• Directions for this task
For each line in the data below that has the word "cookies", copy that line.

• Extracted material
┌──
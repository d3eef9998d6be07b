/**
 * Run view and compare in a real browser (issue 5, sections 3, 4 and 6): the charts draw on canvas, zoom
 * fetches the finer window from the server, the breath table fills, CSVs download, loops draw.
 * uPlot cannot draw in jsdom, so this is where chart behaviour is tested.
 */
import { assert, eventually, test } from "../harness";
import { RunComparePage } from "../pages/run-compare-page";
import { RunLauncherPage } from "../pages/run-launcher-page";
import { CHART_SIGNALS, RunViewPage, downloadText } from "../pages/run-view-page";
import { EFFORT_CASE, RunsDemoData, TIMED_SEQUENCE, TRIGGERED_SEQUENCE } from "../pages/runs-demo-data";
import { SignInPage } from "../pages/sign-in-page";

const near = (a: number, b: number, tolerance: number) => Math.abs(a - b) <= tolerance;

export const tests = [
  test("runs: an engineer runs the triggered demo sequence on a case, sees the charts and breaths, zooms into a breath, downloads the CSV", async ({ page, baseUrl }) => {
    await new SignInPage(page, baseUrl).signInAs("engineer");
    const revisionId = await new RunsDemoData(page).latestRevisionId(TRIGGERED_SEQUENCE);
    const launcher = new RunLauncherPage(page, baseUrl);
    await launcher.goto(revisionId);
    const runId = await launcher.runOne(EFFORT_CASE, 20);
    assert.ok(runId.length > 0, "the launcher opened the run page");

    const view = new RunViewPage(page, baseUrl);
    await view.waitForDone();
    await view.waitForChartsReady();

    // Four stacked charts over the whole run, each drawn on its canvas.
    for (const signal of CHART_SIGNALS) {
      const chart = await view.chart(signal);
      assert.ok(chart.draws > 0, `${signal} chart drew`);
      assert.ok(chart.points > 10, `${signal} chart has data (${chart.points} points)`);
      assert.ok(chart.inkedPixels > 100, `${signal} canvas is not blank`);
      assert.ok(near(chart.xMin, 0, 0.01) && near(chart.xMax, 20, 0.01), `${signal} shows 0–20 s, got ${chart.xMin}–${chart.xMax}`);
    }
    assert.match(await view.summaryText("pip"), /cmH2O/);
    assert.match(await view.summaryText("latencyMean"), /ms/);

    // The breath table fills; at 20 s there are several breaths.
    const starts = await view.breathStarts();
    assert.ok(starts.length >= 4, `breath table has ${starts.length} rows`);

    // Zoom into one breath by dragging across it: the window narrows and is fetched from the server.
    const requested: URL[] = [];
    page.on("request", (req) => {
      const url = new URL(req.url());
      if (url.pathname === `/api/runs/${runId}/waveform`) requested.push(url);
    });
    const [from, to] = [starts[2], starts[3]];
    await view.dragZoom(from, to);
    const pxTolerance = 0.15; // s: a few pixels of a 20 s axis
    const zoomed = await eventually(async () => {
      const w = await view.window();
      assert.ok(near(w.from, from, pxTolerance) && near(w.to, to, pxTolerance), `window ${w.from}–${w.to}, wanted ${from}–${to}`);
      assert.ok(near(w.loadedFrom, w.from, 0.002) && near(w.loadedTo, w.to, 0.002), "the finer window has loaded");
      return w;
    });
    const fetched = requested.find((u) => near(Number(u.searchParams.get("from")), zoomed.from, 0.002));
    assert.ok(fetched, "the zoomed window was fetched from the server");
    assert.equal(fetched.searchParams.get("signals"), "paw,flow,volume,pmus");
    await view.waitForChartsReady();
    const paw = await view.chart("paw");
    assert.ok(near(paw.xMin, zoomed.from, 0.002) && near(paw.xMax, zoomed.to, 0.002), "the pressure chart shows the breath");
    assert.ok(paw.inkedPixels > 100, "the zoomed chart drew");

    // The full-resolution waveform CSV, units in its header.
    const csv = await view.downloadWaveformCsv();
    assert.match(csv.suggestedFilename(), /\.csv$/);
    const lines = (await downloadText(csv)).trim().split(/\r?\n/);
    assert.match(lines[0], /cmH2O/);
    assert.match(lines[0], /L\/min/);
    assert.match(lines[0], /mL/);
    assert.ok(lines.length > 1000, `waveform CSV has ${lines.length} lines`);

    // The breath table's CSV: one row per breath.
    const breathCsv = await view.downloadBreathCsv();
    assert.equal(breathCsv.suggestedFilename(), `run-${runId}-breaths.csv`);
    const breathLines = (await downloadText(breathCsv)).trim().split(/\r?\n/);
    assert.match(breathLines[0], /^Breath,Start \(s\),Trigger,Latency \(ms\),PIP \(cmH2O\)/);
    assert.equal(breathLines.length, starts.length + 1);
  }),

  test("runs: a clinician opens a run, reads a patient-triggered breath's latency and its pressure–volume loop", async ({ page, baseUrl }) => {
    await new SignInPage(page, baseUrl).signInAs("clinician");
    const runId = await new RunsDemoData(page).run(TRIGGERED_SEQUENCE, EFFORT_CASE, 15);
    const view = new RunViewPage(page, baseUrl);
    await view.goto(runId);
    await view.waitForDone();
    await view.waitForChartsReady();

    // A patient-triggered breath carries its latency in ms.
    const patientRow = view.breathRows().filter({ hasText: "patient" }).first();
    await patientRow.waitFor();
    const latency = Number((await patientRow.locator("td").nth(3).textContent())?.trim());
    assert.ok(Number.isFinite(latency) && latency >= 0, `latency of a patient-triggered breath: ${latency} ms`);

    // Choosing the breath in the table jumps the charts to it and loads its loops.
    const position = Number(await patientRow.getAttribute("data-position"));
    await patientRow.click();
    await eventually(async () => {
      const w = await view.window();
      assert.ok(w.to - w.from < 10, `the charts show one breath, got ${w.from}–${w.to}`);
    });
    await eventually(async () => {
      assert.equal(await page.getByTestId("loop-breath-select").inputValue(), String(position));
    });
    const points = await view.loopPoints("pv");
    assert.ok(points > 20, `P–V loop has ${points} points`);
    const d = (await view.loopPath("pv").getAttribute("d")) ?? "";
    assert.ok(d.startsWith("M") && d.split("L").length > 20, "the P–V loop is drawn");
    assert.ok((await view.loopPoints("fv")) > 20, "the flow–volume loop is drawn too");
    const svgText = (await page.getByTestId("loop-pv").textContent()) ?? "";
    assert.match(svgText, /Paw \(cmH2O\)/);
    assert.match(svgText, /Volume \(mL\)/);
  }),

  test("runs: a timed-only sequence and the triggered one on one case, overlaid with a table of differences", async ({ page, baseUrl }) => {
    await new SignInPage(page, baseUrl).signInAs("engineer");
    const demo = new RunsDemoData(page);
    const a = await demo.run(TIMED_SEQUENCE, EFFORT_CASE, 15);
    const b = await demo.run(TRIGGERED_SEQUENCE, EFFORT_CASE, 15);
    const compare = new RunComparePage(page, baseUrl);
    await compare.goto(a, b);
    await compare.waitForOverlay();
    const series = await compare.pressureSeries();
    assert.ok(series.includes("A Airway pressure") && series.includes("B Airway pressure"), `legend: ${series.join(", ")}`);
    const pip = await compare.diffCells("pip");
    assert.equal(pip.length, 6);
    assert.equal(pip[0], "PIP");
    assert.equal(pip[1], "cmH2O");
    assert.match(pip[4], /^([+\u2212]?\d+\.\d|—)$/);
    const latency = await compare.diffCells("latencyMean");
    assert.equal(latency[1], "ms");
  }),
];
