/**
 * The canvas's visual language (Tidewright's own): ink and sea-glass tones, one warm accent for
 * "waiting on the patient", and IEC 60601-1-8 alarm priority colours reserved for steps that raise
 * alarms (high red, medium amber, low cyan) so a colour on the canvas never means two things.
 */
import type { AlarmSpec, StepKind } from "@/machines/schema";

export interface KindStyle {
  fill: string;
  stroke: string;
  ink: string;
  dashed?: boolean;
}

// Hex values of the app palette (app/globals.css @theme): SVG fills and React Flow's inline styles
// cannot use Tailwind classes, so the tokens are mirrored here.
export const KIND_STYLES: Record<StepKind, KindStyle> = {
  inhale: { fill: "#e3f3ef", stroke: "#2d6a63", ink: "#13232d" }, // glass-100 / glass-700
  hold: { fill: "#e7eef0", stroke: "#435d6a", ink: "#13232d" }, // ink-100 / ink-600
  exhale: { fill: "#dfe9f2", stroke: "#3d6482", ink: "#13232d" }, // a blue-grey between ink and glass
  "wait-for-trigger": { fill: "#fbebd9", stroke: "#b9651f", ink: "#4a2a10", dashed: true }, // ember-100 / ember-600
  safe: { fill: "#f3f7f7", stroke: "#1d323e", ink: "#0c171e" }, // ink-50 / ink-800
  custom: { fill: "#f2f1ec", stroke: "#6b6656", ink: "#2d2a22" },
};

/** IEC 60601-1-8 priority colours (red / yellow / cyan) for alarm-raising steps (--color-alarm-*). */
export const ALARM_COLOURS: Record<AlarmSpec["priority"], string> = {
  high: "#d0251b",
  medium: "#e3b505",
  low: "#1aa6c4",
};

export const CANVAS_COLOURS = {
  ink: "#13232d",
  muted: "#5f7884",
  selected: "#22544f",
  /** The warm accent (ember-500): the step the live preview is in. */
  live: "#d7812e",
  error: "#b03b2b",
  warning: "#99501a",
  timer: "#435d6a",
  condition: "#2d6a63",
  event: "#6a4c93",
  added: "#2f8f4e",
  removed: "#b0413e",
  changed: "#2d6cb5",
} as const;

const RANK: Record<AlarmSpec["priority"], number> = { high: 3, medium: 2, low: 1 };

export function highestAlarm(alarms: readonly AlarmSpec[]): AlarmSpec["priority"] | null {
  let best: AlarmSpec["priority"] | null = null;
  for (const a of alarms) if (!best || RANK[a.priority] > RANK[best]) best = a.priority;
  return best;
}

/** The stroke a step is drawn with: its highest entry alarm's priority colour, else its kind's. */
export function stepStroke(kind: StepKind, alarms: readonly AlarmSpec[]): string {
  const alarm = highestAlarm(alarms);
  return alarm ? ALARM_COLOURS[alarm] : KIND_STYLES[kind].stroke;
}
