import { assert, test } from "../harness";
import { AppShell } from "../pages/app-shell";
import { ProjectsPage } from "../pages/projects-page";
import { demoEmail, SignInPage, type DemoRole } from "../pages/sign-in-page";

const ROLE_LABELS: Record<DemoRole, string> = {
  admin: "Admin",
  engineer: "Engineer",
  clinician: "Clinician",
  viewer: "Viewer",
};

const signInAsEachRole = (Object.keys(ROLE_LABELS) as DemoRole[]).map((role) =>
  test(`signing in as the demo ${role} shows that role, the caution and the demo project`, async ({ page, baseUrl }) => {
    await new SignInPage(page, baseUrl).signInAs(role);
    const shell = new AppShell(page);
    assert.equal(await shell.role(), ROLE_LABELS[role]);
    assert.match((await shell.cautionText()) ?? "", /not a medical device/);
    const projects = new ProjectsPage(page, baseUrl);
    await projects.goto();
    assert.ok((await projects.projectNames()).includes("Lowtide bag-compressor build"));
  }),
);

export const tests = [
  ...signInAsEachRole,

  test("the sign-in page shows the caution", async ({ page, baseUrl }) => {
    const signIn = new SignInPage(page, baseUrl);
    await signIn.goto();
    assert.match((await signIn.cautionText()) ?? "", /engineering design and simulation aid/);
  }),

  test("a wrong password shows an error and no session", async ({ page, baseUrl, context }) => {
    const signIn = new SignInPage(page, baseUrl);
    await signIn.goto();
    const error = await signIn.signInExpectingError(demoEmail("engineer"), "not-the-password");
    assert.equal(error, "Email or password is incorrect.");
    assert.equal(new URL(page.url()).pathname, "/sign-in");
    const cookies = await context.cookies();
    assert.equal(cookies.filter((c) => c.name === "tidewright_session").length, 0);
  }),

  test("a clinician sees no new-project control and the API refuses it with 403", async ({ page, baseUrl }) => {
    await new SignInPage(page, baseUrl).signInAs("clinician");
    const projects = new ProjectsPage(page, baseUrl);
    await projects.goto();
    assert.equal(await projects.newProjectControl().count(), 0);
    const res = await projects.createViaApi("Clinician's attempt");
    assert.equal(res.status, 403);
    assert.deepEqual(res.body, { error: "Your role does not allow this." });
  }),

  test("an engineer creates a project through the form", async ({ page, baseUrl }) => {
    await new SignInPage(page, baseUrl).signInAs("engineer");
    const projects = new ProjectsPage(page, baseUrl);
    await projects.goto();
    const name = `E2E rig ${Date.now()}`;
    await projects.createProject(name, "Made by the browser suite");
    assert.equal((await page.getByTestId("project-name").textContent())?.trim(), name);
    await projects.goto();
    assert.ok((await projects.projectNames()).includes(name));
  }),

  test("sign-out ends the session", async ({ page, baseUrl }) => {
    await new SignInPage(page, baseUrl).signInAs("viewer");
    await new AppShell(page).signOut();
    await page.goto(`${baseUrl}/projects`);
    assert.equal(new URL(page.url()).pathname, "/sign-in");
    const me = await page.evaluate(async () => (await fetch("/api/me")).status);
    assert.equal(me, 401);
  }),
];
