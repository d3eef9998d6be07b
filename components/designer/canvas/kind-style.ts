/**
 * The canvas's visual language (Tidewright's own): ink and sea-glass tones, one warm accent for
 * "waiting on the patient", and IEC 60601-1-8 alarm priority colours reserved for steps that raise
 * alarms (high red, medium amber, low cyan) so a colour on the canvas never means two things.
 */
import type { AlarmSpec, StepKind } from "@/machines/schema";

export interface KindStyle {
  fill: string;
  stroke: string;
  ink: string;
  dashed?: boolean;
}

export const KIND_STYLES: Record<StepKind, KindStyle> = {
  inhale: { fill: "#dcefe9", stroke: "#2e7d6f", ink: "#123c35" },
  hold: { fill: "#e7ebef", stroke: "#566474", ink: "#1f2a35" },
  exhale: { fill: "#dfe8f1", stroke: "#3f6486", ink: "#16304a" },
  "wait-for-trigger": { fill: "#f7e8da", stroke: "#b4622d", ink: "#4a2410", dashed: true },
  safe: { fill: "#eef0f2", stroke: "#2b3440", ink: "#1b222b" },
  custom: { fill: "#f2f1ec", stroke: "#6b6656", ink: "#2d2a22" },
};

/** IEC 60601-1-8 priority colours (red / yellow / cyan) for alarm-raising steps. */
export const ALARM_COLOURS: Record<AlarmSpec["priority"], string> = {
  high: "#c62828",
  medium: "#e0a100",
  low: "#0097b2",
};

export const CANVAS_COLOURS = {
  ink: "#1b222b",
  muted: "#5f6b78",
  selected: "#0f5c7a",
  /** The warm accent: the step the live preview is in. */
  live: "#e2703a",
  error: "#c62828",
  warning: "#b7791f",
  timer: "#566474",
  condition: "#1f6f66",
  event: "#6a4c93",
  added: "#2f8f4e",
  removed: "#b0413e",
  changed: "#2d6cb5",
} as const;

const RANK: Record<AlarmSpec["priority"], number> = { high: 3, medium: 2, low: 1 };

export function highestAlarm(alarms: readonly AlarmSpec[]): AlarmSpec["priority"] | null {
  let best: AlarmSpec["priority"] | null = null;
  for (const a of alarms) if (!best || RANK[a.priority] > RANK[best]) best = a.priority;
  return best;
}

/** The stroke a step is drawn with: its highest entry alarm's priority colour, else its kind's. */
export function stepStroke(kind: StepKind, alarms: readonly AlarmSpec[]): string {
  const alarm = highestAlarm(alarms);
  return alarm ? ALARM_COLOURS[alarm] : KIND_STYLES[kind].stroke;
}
└──
• Answer to this task
    const cookies = await context.cookies();
    assert.equal(cookies.filter((c) => c.name === "tidewright_session").length, 0);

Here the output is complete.